Check each line of the material below for "found", then copy the ones that contain it.
Data for this task section start
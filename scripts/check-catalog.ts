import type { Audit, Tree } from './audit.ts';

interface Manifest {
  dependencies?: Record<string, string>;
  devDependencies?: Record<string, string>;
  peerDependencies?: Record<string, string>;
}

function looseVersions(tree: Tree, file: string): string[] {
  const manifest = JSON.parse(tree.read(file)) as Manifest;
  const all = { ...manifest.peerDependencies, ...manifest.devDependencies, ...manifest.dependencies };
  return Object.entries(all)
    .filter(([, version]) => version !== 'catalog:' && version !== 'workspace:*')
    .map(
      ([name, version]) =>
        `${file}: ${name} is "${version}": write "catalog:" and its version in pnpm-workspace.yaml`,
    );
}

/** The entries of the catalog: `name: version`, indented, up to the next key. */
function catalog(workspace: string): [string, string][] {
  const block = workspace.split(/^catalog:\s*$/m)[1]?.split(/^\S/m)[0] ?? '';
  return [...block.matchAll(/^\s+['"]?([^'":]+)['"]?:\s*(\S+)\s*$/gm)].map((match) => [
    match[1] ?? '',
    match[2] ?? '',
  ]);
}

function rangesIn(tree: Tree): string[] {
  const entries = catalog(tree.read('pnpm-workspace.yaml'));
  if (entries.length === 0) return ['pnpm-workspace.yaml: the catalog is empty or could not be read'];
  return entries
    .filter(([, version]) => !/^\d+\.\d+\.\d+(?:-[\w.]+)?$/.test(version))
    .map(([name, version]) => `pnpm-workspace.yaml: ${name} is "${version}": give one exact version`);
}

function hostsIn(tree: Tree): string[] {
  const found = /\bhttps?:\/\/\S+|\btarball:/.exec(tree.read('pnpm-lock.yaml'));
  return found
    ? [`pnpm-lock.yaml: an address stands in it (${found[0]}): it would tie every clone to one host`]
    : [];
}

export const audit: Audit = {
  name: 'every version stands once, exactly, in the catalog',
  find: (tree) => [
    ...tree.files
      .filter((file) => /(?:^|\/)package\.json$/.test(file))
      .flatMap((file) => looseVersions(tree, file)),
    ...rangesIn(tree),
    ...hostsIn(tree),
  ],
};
Data for this task section end
▶ **Answer for this exercise**:
  const found = /\bhttps?:\/\/\S+|\btarball:/.exec(tree.read('pnpm-lock.yaml'));
  return found
    ? [`pnpm-lock.yaml: an address stands in it (${found[0]}): it would tie every clone to one host`]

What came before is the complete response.